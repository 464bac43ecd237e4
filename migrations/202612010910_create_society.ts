// The society's own details, its dated settings, and every wording the public is shown, by version.
import type { Knex } from 'knex';

export async function up(knex: Knex): Promise<void> {
  await knex.raw(`
    -- One row: a product for one society.
    create table society (
      is_only boolean primary key default true check (is_only),
      name text not null,
      address_line text not null,
      phone text not null,
      email text not null,
      charity_number text not null,
      registration_statement text not null,
      -- Gift Aid may be offered only once the tax authority has recognised the charity.
      gift_aid_recognised_on date,
      gift_aid_reference text,
      complaints text not null
    );

    -- A setting holds from a day on; the earlier value stays, so that any day can be explained.
    create table settings (
      key text not null,
      from_day date not null,
      value jsonb not null,
      primary key (key, from_day)
    );

    -- Statutory and consent wordings as they were shown; each use keeps the id of what was seen.
    create table wordings (
      id uuid primary key default gen_random_uuid(),
      kind text not null check (kind in ('declaration','consent')),
      version integer not null check (version > 0),
      words text not null,
      from_at timestamptz not null,
      constraint wordings_version_key unique (kind, version)
    );

    create function wordings_keep_words() returns trigger language plpgsql as $$
    begin
      raise exception 'a wording that was shown is kept as it was; add a new version' using errcode = '23514', constraint = 'append_only';
    end $$;
    create trigger wordings_kept before update or delete on wordings for each row execute function wordings_keep_words();
  `);
}

export async function down(knex: Knex): Promise<void> {
  await knex.raw(`drop table wordings, settings, society; drop function wordings_keep_words();`);
}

########################################

The answer must be the full listing, repeated exactly.

§ Answer section:
repository 464bac43ecd237e4
filename migrations/202612010910_create_society.ts
// The society's own details, its dated settings, and every wording the public is shown, by version.
import type { Knex } from 'knex';

export async function up(knex: Knex): Promise<void> {
  await knex.raw(`
    -- One row: a product for one society.
    create table society (
      is_only boolean primary key default true check (is_only),
      name text not null,
      address_line text not null,
      phone text not null,
      email text not null,
      charity_number text not null,
      registration_statement text not null,
      -- Gift Aid may be offered only once the tax authority has recognised the charity.
      gift_aid_recognised_on date,
      gift_aid_reference text,
      complaints text not null
    );

    -- A setting holds from a day on; the earlier value stays, so that any day can be explained.
    create table settings (
      key text not null,
      from_day date not null,
      value jsonb not null,
      primary key (key, from_day)
    );

    -- Statutory and consent wordings as they were shown; each use keeps the id of what was seen.
    create table wordings (
      id uuid primary key default gen_random_uuid(),
      kind text not null check (kind in ('declaration','consent')),
      version integer not null check (version > 0),
      words text not null,
      from_at timestamptz not null,
      constraint wordings_version_key unique (kind, version)
    );

    create function wordings_keep_words() returns trigger language plpgsql as $$
    begin
      raise exception 'a wording that was shown is kept as it was; add a new version' using errcode = '23514', constraint = 'append_only';
    end $$;
    create trigger wordings_kept before update or delete on wordings for each row execute function wordings_keep_words();
  `);
}

export async function down(knex: Knex): Promise<void> {
  await knex.raw(`drop table wordings, settings, society; drop function wordings_keep_words();`);
}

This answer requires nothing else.